# Kontakte von altem Handy auf Smartphone übertragen



## Kreon (8. September 2011)

*Kontakte von altem Handy auf Smartphone übertragen*

 Ich benutze noch ein altes Sony W880i dessen Adressbuch gut gefüllt ist und zu fast jedem Kontakt auch zusätzliche Informationen außer der Nummer gespeichert sind.

 Beim letzten Handywechsel hat es noch genügt die wenigen Nummern von der SIM Karte ins neue Adressbuch zu kopieren. Doch mittlererweile ist ein Adressbuch ja doch mehr als nur eine kleine Ansammlung von Namen und dazugehörige Nummern. Gibt es also eine komfortable Möglichkeit die Kontaktdaten auf ein aktuelles Smartphone (Hersteller / Typ steht noch nicht fest) zu übertragen?

Dem alte Handy (Sony W880i) liegt eine Software bei, mit der sich Backups erstellen lassen und ein Abgleich des Adressbuches mit dem PC möglich ist. Da ich aber zwei völlig unterschiedliche Adressebücher auf dem PC und dem Handy führe, habe ich damit noch nie etwas synchronisiert.


----------



## Bonkic (8. September 2011)

schau mal, ob myphoneexplorer für deine zwecke geeignet ist.
ein hervorragendes programm.


----------



## Herbboy (8. September 2011)

Also, mal ne Frage: "Da ich aber zwei völlig unterschiedliche Adressebücher auf dem PC und dem Handy führe" => womit führst Du die denn? Mit der Sony-Software, oder nutzt Du outlook oder so was? 

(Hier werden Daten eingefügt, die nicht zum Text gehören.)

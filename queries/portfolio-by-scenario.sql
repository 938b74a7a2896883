-- about: What the capital budget buys in each scenario: the optimal portfolio's present worth, the LP bound, the profitability-index greedy answer and what greedy loses.
-- param: run = latest  (run id; "latest" = the newest finished run)
SELECT sc.scenario_id, sc.discount_rate, sc.real_rate, sc.inflation, pf.projects_selected,
       pf.objective, pf.lp_bound, pf.greedy_objective,
       round(1 - pf.greedy_objective / nullif(pf.objective, 0), 4) AS greedy_shortfall,
       pf.budget_used, pf.status, round(pf.solve_seconds, 4) AS solve_seconds
FROM portfolios pf JOIN scenarios sc ON sc.run_id = pf.run_id AND sc.scenario_id = pf.scenario_id
WHERE pf.run_id = $run
ORDER BY sc.scenario_id
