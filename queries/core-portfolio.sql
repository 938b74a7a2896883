-- about: Projects selected by capital rationing in at least a share of the scenarios (the core portfolio), with their selection share and min-max-regret membership.
-- param: run = latest  (run id; "latest" = the newest finished run)
-- param: min_share = 0.8  (least share of scenarios in which a project is selected)
SELECT ps.project_id, p.name, p.group_name, round(ps.selected_share, 4) AS selected_share,
       round(ps.selected_probability, 4) AS selected_probability, ps.in_min_max_regret,
       s.pw_base, s.accept_share
FROM portfolio_summary ps
JOIN run_project_names p ON p.run_id = $run AND p.project_id = ps.project_id
JOIN project_summary s ON s.run_id = ps.run_id AND s.project_id = ps.project_id
WHERE ps.run_id = $run AND ps.selected_share >= $min_share
ORDER BY ps.selected_share DESC, s.pw_base DESC, ps.project_id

So oder so: Du könntest ein neues Konto erstellen oder auch einfach die Datendatei woanders sichern, dann alle Adresse löschen und danach dann mit dem Handy syncen, so dass Du am Ende am PC nur die Adressen vom Handy hast. Dann syncst Du die Adress-Software mit der Software des Smartphones.


----------



## Kreon (9. September 2011)

Herbboy schrieb:


> Also, mal ne Frage: "Da ich aber zwei völlig unterschiedliche Adressebücher auf dem PC und dem Handy führe" => womit führst Du die denn? Mit der Sony-Software, oder nutzt Du outlook oder so was?
> 
> [/SIZE][/FONT]


 
Ich nutze am PC Thunderbird und dort sind gänzlich andere Kontakte gespeichert als im Handy.
Jetzt habe ich gerade meine alte Sony Software (SE PC Suite) noch mal ausgepackt und hat sich selbständig auf die neue Software PC Companion  upgedated. Diese bietet mir keine Backupversion mehr *grumpf* aber ein Transferprogramm, um von einem alten Handy (wie meins eines ist) Kontakte auf ein Android zu übertragen. Also genau das was ich bräuchte!
Leider geht dies nur online über ein Google-Konto --> und ich werde bei Gott nicht auch noch Google meine Daten geben. Ich möchte einfach nur eine einfache Offline-Lösung, wie sie es früher für fast alles gab, aber nein ohne Social Network läuft heute ja nichts mehr.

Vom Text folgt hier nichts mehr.